:: Supplied data ::

import { QueryTypes } from 'sequelize';
import { beforeEach, describe, expect, it } from 'vitest';
import { Node, Outage } from '../../server/models';
import { call, signIn, useApi } from '../helpers/api';
import { sendOutbox, silenceCheck } from '../helpers/alertScene';
import { manualClock } from '../helpers/clock';
import { clearInbox, mailTo } from '../helpers/mailFake';
import { topologyScene } from '../helpers/topologyScene';

const clock = manualClock();
// Report interval 60 s and three missed intervals: offline 180 s after the last report.
const OFFLINE_AFTER_S = 181;
let day = 1;

const stateOf = async (n: { id: number }) => (await Node.findByPk(n.id))!.state;
const mailOf = async (users: { email: string }[]) => mailTo(users.map((u) => u.email));

describe('topology-aware outages', () => {
  const ctx = useApi({ now: clock.now });
  beforeEach(async () => {
    clock.set(`2026-08-${String(day++).padStart(2, '0')}T12:00:00Z`);
    ctx.config.alertGraceS = null;
    await silenceCheck(ctx); // earlier tests' nodes go quiet here, before this test's people exist
    await sendOutbox(ctx);
    await clearInbox();
  });

  it('a silent backhaul is one root outage with ten stranded nodes behind it, and the right mail to each person', async () => {
    const s = await topologyScene(ctx, clock);
    await s.reportAll();
    await s.runFor(OFFLINE_AFTER_S, [s.uplink.node, s.relay.node, s.farLeaf.node, s.twoPaths.node]);
    await silenceCheck(ctx); // the backhaul and its ten leaves last reported together
    await sendOutbox(ctx);
    await sendOutbox(ctx);

    expect(await stateOf(s.backhaul.node)).toBe('offline');
    for (const l of s.leaves) expect(await stateOf(l.node)).toBe('stranded');
    expect(await stateOf(s.twoPaths.node)).toBe('online'); // its second path runs through the relay
    const outages = await Outage.findAll({ where: { endedAt: null } });
    const mine = outages.filter((o) => [s.backhaul, ...s.leaves, s.twoPaths].some((x) => x.node.id === o.nodeId));
    expect(mine.map((o) => o.nodeId)).toEqual([s.backhaul.node.id]);
    const root = mine[0];
    expect(root.blastNodeCount).toBe(10);
    expect(root.blastClients).toBe(55); // leaves serve 1 + 2 + … + 10 clients

    const mail = await mailOf(s.people());
    const to = (u: { email: string }) => mail.filter((m) => m.to[0].address === u.email);
    // Operators: one mail each (the root's neighbourhood and the one cut off), listing what sits behind it.
    for (const op of [s.coreOperator, s.leafOperator]) {
      expect(to(op)).toHaveLength(1);
      expect(to(op)[0].subject).toMatch(new RegExp(`^Offline: ${s.backhaul.node.name} .*, 10 nodes cut off behind it$`));
      expect(to(op)[0].text).toContain('CUT OFF BEHIND IT: 10 NODES CUT OFF, 55 CLIENTS AT THEIR LAST REPORT'); // headings are upper case in the text part
      for (const l of s.leaves) expect(to(op)[0].text).toContain(l.node.name);
    }
    expect(to(s.coreOperator)[0].text).toMatch(/acknowledge\?t=/);
    // The root's host gets the checklist; the downstream hosts never do; the opted-in one gets one short notice.
    expect(to(s.backhaul.host).map((m) => m.subject)).toEqual([`The network box on your roof (${s.backhaul.node.name}) has stopped answering`]);
    expect(to(s.leaves[0].host)).toHaveLength(1);
    expect(to(s.leaves[0].host)[0].subject).toBe(`The network upstream of your node (${s.leaves[0].node.name}) is down; nothing is needed from you`);
    expect(to(s.leaves[0].host)[0].text).toContain('Nothing is needed from you');
    expect(to(s.leaves[0].host)[0].text).not.toContain('Power:');
    for (const l of s.leaves.slice(1)) expect(to(l.host)).toHaveLength(0);
    expect(mail.filter((m) => m.text.includes('Power: is its plug in'))).toHaveLength(1);
    expect(mail).toHaveLength(4);
    const outbox = await ctx.sequelize.query<{ kind: string }>('SELECT kind FROM outbox WHERE outage_id = $1 ORDER BY id', {
      bind: [root.id],
      type: QueryTypes.SELECT,
    });
    expect(outbox.map((r) => r.kind).sort()).toEqual(['node-offline', 'node-offline', 'node-offline', 'upstream-notice']);

    // Blast radius in the API: the outage list sorts by it, the overview leads with it, the topology marks the cut.
    const admin = s.adminAgent;
    const list = await call(admin, 'get', '/api/v1/outages?status=open&sort=-blastRadius');
    expect(list.status).toBe(200);
    expect(list.body.data[0].id).toBe(root.id);
    expect(list.body.data[0].blastRadius).toEqual({
      nodeCount: 10,
      neighbourhoodIds: [s.reedbank.id],
      clients: 55,
      nodeIds: s.leaves.map((l) => l.node.id).sort((a, b) => a - b),
    });
    const asc = await call(admin, 'get', '/api/v1/outages?status=open&sort=blastRadius');
    expect(asc.body.data.at(-1).id).toBe(root.id);
    const coreOp = await signIn(ctx, s.coreOperator);
    const scoped = await call(coreOp, 'get', `/api/v1/outages/${root.id}`);
    expect(scoped.body.data.blastRadius).toMatchObject({ nodeCount: 10, clients: 55, nodeIds: [] }); // counts whole; ids only where readable
    const overview = await call(admin, 'get', '/api/v1/overview');
    expect(overview.body.data.openOutages[0]).toMatchObject({ id: root.id, blastNodeCount: 10, blastClients: 55 });
    const topo = await call(admin, 'get', '/api/v1/topology');
    const byId = new Map<number, { state: string; strandedBy: number | null; openOutageId: number | null; blastNodeCount: number }>(
      topo.body.data.nodes.map((n: { id: number }) => [n.id, n]),
    );
    expect(byId.get(s.backhaul.node.id)).toMatchObject({ state: 'offline', openOutageId: root.id, blastNodeCount: 10, strandedBy: null });
    for (const l of s.leaves) expect(byId.get(l.node.id)).toMatchObject({ state: 'stranded', strandedBy: root.id, openOutageId: null });
    expect((await call(admin, 'get', '/api/v1/outages?sort=blastFoo')).status).toBe(400);
  });

  it('when the root recovers, the nodes that report are online and the one still dead gets its own outage after the grace', async () => {
    const s = await topologyScene(ctx, clock);
    const healthy = [s.uplink.node, s.relay.node, s.farLeaf.node, s.twoPaths.node];
    await s.reportAll();
    await s.runFor(OFFLINE_AFTER_S, healthy);
    await silenceCheck(ctx);
    await sendOutbox(ctx);
    await clearInbox();
    expect(await stateOf(s.leaves[9].node)).toBe('stranded');

    await s.runFor(600, healthy);
    await s.reportAll([s.backhaul.node, ...s.leaves.slice(0, 9).map((l) => l.node)]);
    await silenceCheck(ctx);
    expect(await stateOf(s.backhaul.node)).toBe('online');
    for (const l of s.leaves.slice(0, 9)) expect(await stateOf(l.node)).toBe('online');
    expect(await stateOf(s.leaves[9].node)).toBe('stranded'); // still inside its grace from the root's return

    const alive = s.all.filter((x) => x !== s.leaves[9]).map((x) => x.node);
    await s.runFor(OFFLINE_AFTER_S - 61, alive);
    await silenceCheck(ctx);
    expect(await stateOf(s.leaves[9].node)).toBe('stranded');
    await s.runFor(60, alive);
    await silenceCheck(ctx);
    await sendOutbox(ctx);
    expect(await stateOf(s.leaves[9].node)).toBe('offline');
    const own = await Outage.findOne({ where: { nodeId: s.leaves[9].node.id, endedAt: null } });
    expect(own).not.toBeNull();
    expect(own!.blastNodeCount).toBe(0);

    const mail = await mailOf(s.people());
    const subjects = (u: { email: string }) => mail.filter((m) => m.to[0].address === u.email).map((m) => m.subject);
    expect(subjects(s.backhaul.host)).toEqual([`The network box on your roof (${s.backhaul.node.name}) is back`]);
    expect(subjects(s.coreOperator).filter((x) => x.startsWith('Back online:'))).toHaveLength(1);
    expect(subjects(s.leaves[9].host)).toEqual([`The network box on your roof (${s.leaves[9].node.name}) has stopped answering`]);
    expect(subjects(s.leafOperator).filter((x) => x.startsWith(`Offline: ${s.leaves[9].node.name}`))).toHaveLength(1);
    for (const l of s.leaves.slice(0, 9)) expect(subjects(l.host)).toEqual([]);
  });

  it('a node with a second path is its own root when it goes silent; a relay failure strands only what depends on it', async () => {
    const s = await topologyScene(ctx, clock);
    await s.reportAll();
    // The backhaul and the two-path node stop together; the two-path node still had a path through the relay.
    await s.runFor(OFFLINE_AFTER_S, [s.uplink.node, s.relay.node, s.farLeaf.node, ...s.leaves.map((l) => l.node)]);
    await silenceCheck(ctx);
    expect(await stateOf(s.twoPaths.node)).toBe('offline');
    expect(await stateOf(s.backhaul.node)).toBe('offline');
    expect(await Outage.count({ where: { nodeId: s.twoPaths.node.id, endedAt: null } })).toBe(1);
    expect((await Outage.findOne({ where: { nodeId: s.backhaul.node.id, endedAt: null } }))!.blastNodeCount).toBe(0);
    for (const l of s.leaves) expect(await stateOf(l.node)).toBe('online');

    await s.runFor(OFFLINE_AFTER_S + 60, [s.uplink.node, s.twoPaths.node, s.backhaul.node, ...s.leaves.map((l) => l.node)]);
    await silenceCheck(ctx); // the relay and the far leaf stopped; the two-path node keeps its path through the backhaul
    expect(await stateOf(s.relay.node)).toBe('offline');
    expect(await stateOf(s.farLeaf.node)).toBe('stranded');
    expect(await stateOf(s.twoPaths.node)).toBe('online');
    expect((await Outage.findOne({ where: { nodeId: s.relay.node.id, endedAt: null } }))!.blastNodeCount).toBe(1);
  });

  it('waits for an upstream node that has missed a report, so a leaf that goes quiet first is not blamed', async () => {
    const s = await topologyScene(ctx, clock);
    const healthy = [s.uplink.node, s.relay.node, s.farLeaf.node, s.twoPaths.node];
    await s.reportAll();
    await s.runFor(45, [...healthy, s.backhaul.node]);
    await s.runFor(OFFLINE_AFTER_S - 45, healthy);
    await silenceCheck(ctx); // leaves silent, the backhaul overdue but not yet judged
    for (const l of s.leaves) expect(await stateOf(l.node)).toBe('online');
    await s.runFor(45, healthy);
    await silenceCheck(ctx);
    expect(await stateOf(s.backhaul.node)).toBe('offline');
    for (const l of s.leaves) expect(await stateOf(l.node)).toBe('stranded');
    expect((await Outage.findOne({ where: { nodeId: s.backhaul.node.id, endedAt: null } }))!.blastNodeCount).toBe(10);
  });

  it('the whole network silent at once, uplink included, is one self-check to each admin and no outage or host mail', async () => {
    const s = await topologyScene(ctx, clock);
    await s.reportAll();
    clock.advance(OFFLINE_AFTER_S);
    await silenceCheck(ctx);
    await sendOutbox(ctx);
    for (const x of s.all) expect(await stateOf(x.node)).toBe('stranded');
    expect(await Outage.count({ where: { nodeId: s.all.map((x) => x.node.id) } })).toBe(0);
    const mail = await mailOf(s.people());
    expect(mail).toHaveLength(1);
    expect(mail[0].to[0].address).toBe(s.admin.email);
    expect(mail[0].subject).toBe(`Parapet lost sight of the network behind ${s.uplink.node.name} (15 nodes)`);
    const kinds = await ctx.sequelize.query<{ kind: string }>('SELECT kind FROM outbox WHERE recipient_user_id = $1', {
      bind: [s.admin.id],
      type: QueryTypes.SELECT,
    });
    expect(kinds.map((k) => k.kind)).toEqual(['self-check']);
    // Later checks add nothing; reports bring the nodes back without mail.
    clock.advance(60);
    await silenceCheck(ctx);
    await s.reportAll();
    await silenceCheck(ctx);
    await sendOutbox(ctx);
    for (const x of s.all) expect(await stateOf(x.node)).toBe('online');
    expect(await mailOf(s.people())).toHaveLength(1);
  });
});
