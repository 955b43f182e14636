import { useMutation, useQueryClient } from '@tanstack/react-query';
import { invitationCreateSchema } from '../../../../shared/schemas/account';
import { FormMessage, TextField, FormActions } from '../../../components/form-field';
import { api } from '../../../lib/api';
import { useForm } from '../../../lib/form';
import { siteKeys } from '../../../lib/query-keys';

/**
 * A new host for this site, invited by e-mail: they choose their own password from the link and
 * become the site's host. Operators can name only people already hosting nearby; everyone else comes this way.
 */
export function InviteHostForm({ siteId, onSent, onCancel }: { siteId: number; onSent: (email: string) => void; onCancel: () => void }) {
  const form = useForm({ email: '', name: '' });
  const queryClient = useQueryClient();
  const invite = useMutation({
    mutationFn: (body: { email: string; name: string; role: 'host'; siteId: number }) => api.post('/invitations', body),
    onSuccess: () => queryClient.invalidateQueries({ queryKey: siteKeys.all }),
  });
  return (
    <form
      noValidate
      data-testid="invite-host-form"
      aria-label="Invite a new host"
      className="grid max-w-2xl gap-4 sm:grid-cols-2"
      onSubmit={(event) => {
        event.preventDefault();
        const input = form.check(invitationCreateSchema, { ...form.values, role: 'host', siteId });
        if (input) invite.mutate({ email: input.email, name: input.name, role: 'host', siteId }, { onSuccess: () => onSent(input.email), onError: form.showServerError });
      }}
    >
      <div className="sm:col-span-2"><FormMessage message={form.formError} /></div>
      <TextField label="Host's e-mail" name="email" type="email" value={form.values.email} onChange={(e) => form.set('email', e.target.value)} errors={form.errors.email} />
      <TextField label="Host's name" name="name" value={form.values.name} onChange={(e) => form.set('name', e.target.value)} errors={form.errors.name} />
      <FormActions className="sm:col-span-2" label="Send invitation" busy={invite.isPending} busyLabel="Sending…" onCancel={onCancel} />
    </form>
  );
}
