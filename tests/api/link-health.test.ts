import request from 'supertest';
import { describe, expect, it } from 'vitest';
import { Link, Node } from '../../server/models';
import geographiclib from 'geographiclib-geodesic';
import { call, useApi } from '../helpers/api';
import { buildNode, buildRadio, buildSite } from '../helpers/factories';
import { planningCast } from '../helpers/planningActors';

const HOUR_MS = 3_600_000;

describe('link health API', () => {
  const ctx = useApi();

  /** A live link between two sites 0.02° of latitude apart, in the operator's neighbourhood. */
  async function liveLink(hoodId: number) {
    const siteA = await buildSite({ neighbourhoodId: hoodId, latitude: 47.6, longitude: -38.4 });
    const siteB = await buildSite({ neighbourhoodId: hoodId, latitude: 47.62, longitude: -38.4 });
    const [na, nb] = [await buildNode({ siteId: siteA.id }), await buildNode({ siteId: siteB.id })];
    const [ra, rb] = [await buildRadio({ nodeId: na.id }), await buildRadio({ nodeId: nb.id })];
    const link = await Link.create({ radioAId: ra.id, radioBId: rb.id, status: 'live' });
    // Same radios both ends (factory: 18 dBm, 23 dBi, no cable loss, channel 36 = 5180 MHz). Expected signal worked by hand:
    // distance from GeographicLib (Karney 2013, outside check) ≈ 2.224 km; ITU-R P.525 §2.2 L = 32.45 + 20·log10(5180) + 20·log10(d)
    // ≈ 113.68 dB; Prx = 18 + 23 − L + 23 ≈ −49.68 dBm (REFERENCES Link budget).
    const dKm = (geographiclib.Geodesic.WGS84.Inverse(47.6, -38.4, 47.62, -38.4).s12 ?? NaN) / 1000;
    expect(dKm).toBeCloseTo(2.224, 3);
    const predicted = 18 + 23 - (32.45 + 20 * Math.log10(5180) + 20 * Math.log10(dKm)) + 23;
    expect(predicted).toBeCloseTo(-49.68, 1);
    return { link, na, nb, predicted };
  }

  async function report(node: Node, signals: number[], nowSignal: number) {
    const now = Date.now();
    for (const [i, s] of signals.entries()) {
      await ctx.sequelize.query(
        `INSERT INTO heartbeats (node_id, seq, received_at, radios)
        VALUES ($1, $2, $3, jsonb_build_array(jsonb_build_object('iface', 'wlan0', 'signalDbm', $4::float8)))`,
        { bind: [node.id, i + 1, new Date(now - (i + 1) * 6 * HOUR_MS).toISOString(), s] },
      );
    }
    // A reading older than the 7-day window must not count.
    await ctx.sequelize.query(`INSERT INTO heartbeats (node_id, seq, received_at, radios) VALUES ($1, 999, $2, '[{"iface": "wlan0", "signalDbm": -20}]')`, {
      bind: [node.id, new Date(now - 8 * 24 * HOUR_MS).toISOString()],
    });
    await node.update({ lastReport: { receivedAt: new Date(now).toISOString(), radios: [{ iface: 'wlan0', signalDbm: nowSignal }] } });
  }

  it('answers 401 signed out, 400 for a bad id, 404 to hosts, other operators and for missing links', async () => {
    const { op, outsider, host, hood } = await planningCast(ctx);
    const { link } = await liveLink(hood.id);
    expect((await request(ctx.app).get(`/api/v1/links/${link.id}/health`)).status).toBe(401);
    expect((await call(op, 'get', '/api/v1/links/x/health')).status).toBe(400);
    expect((await call(outsider, 'get', `/api/v1/links/${link.id}/health`)).status).toBe(404);
    expect((await call(host, 'get', `/api/v1/links/${link.id}/health`)).status).toBe(404);
    expect((await call(op, 'get', '/api/v1/links/999999/health')).status).toBe(404);
  });

  it('flags a link measured > 10 dB below prediction and > 6 dB below its 7-day median', async () => {
    const { op, hood } = await planningCast(ctx);
    const { link, nb, predicted } = await liveLink(hood.id);
    await report(nb, [-50, -51, -52, -53, -54], -66);
    const res = await call(op, 'get', `/api/v1/links/${link.id}/health`);
    expect(res.status).toBe(200);
    const toB = res.body.data.directions.find((d: { toNodeId: number }) => d.toNodeId === nb.id);
    expect(Math.abs(toB.predictedSignalDbm - predicted)).toBeLessThan(0.1); // REFERENCES: 0.1 dB tolerance for losses
    expect(toB.measuredSignalDbm).toBe(-66);
    expect(toB.baselineSignalDbm).toBe(-52); // median of the five in-window readings
    expect(toB.baselineSamples).toBe(5);
    expect(Math.abs(toB.belowPredictionDb - (predicted + 66))).toBeLessThan(0.1);
    expect(toB.belowBaselineDb).toBe(14);
    expect(toB.flagged).toBe(true);
    expect(res.body.data.flagged).toBe(true);
  });

  it('does not flag a link that was always weak (near its own baseline)', async () => {
    const { admin, hood } = await planningCast(ctx);
    const { link, nb } = await liveLink(hood.id);
    await report(nb, [-64, -65, -66], -67);
    const res = await call(admin, 'get', `/api/v1/links/${link.id}/health`);
    const toB = res.body.data.directions.find((d: { toNodeId: number }) => d.toNodeId === nb.id);
    expect(toB.belowPredictionDb).toBeGreaterThan(10);
    expect(toB.belowBaselineDb).toBe(2);
    expect(toB.flagged).toBe(false);
  });

  it('reports no measurement for a planned link that has never reported', async () => {
    const { op, hood } = await planningCast(ctx);
    const { link } = await liveLink(hood.id);
    await link.update({ status: 'planned' });
    const res = await call(op, 'get', `/api/v1/links/${link.id}/health`);
    expect(res.body.data.status).toBe('planned');
    for (const d of res.body.data.directions) expect(d).toMatchObject({ measuredSignalDbm: null, baselineSignalDbm: null, flagged: false });
  });
});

:::

■ **Try it**:
Find the word "uplink" in the records. Copy every line it appears in.

■ **Answer box**:
    await s.runFor(OFFLINE_AFTER_S, [s.uplink.node, s.relay.node, s.farLeaf.node, s.twoPaths.node]);
    const healthy = [s.uplink.node, s.relay.node, s.farLeaf.node, s.twoPaths.node];
    await s.runFor(OFFLINE_AFTER_S, [s.uplink.node, s.relay.node, s.farLeaf.node, ...s.leaves.map((l) => l.node)]);
    await s.runFor(OFFLINE_AFTER_S + 60, [s.uplink.node, s.twoPaths.node, s.backhaul.node, ...s.leaves.map((l) => l.node)]);
    const healthy = [s.uplink.node, s.relay.node, s.farLeaf.node, s.twoPaths.node];
  it('the whole network silent at once, uplink included, is one self-check to each admin and no outage or host mail', async () => {
    expect(mail[0].subject).toBe(`Parapet lost sight of the network behind ${s.uplink.node.name} (15 nodes)`);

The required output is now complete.